*What is needed*: Copy out each line below containing "readCasebookParams".

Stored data
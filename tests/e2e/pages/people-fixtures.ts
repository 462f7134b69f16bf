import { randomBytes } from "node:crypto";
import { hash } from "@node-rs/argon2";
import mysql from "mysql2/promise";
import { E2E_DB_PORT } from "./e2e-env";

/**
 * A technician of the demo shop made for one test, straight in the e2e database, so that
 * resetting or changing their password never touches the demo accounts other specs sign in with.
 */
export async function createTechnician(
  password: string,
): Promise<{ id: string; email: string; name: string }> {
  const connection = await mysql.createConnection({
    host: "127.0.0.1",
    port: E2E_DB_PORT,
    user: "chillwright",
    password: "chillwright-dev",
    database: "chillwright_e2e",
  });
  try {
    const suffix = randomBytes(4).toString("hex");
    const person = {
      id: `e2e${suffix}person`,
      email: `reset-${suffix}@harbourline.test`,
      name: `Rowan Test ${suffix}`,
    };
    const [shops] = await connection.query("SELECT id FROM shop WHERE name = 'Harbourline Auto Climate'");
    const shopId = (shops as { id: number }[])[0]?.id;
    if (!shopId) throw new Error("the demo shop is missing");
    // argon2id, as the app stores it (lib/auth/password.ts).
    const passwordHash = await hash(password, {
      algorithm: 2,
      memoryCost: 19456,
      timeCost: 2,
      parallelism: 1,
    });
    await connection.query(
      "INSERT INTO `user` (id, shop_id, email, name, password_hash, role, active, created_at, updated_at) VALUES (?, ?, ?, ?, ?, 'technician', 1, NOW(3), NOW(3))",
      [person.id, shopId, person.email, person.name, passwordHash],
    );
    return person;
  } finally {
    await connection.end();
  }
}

...

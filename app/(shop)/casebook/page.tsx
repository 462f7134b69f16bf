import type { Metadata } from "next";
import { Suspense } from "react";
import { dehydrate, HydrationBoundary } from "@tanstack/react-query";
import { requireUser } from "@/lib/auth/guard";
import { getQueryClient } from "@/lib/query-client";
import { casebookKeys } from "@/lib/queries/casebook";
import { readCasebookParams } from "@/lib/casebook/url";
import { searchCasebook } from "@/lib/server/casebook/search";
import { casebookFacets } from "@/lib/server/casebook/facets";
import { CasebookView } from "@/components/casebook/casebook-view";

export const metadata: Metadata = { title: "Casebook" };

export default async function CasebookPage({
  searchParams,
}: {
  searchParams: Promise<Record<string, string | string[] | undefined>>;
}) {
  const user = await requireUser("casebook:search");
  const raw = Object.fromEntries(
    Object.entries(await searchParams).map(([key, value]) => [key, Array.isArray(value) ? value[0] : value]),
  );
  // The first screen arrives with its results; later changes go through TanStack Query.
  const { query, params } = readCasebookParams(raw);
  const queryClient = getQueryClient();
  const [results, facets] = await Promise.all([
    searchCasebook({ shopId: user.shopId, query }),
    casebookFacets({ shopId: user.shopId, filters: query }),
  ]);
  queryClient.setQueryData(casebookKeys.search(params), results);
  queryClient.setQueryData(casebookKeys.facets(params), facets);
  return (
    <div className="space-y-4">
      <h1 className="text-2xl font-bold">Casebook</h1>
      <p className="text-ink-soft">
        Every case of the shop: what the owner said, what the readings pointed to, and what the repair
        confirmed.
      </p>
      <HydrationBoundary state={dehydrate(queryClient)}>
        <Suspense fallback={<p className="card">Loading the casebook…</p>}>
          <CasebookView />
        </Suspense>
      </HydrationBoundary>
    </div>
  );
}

*Reply to the task*:
import { readCasebookParams } from "@/lib/casebook/url";
  const { query, params } = readCasebookParams(raw);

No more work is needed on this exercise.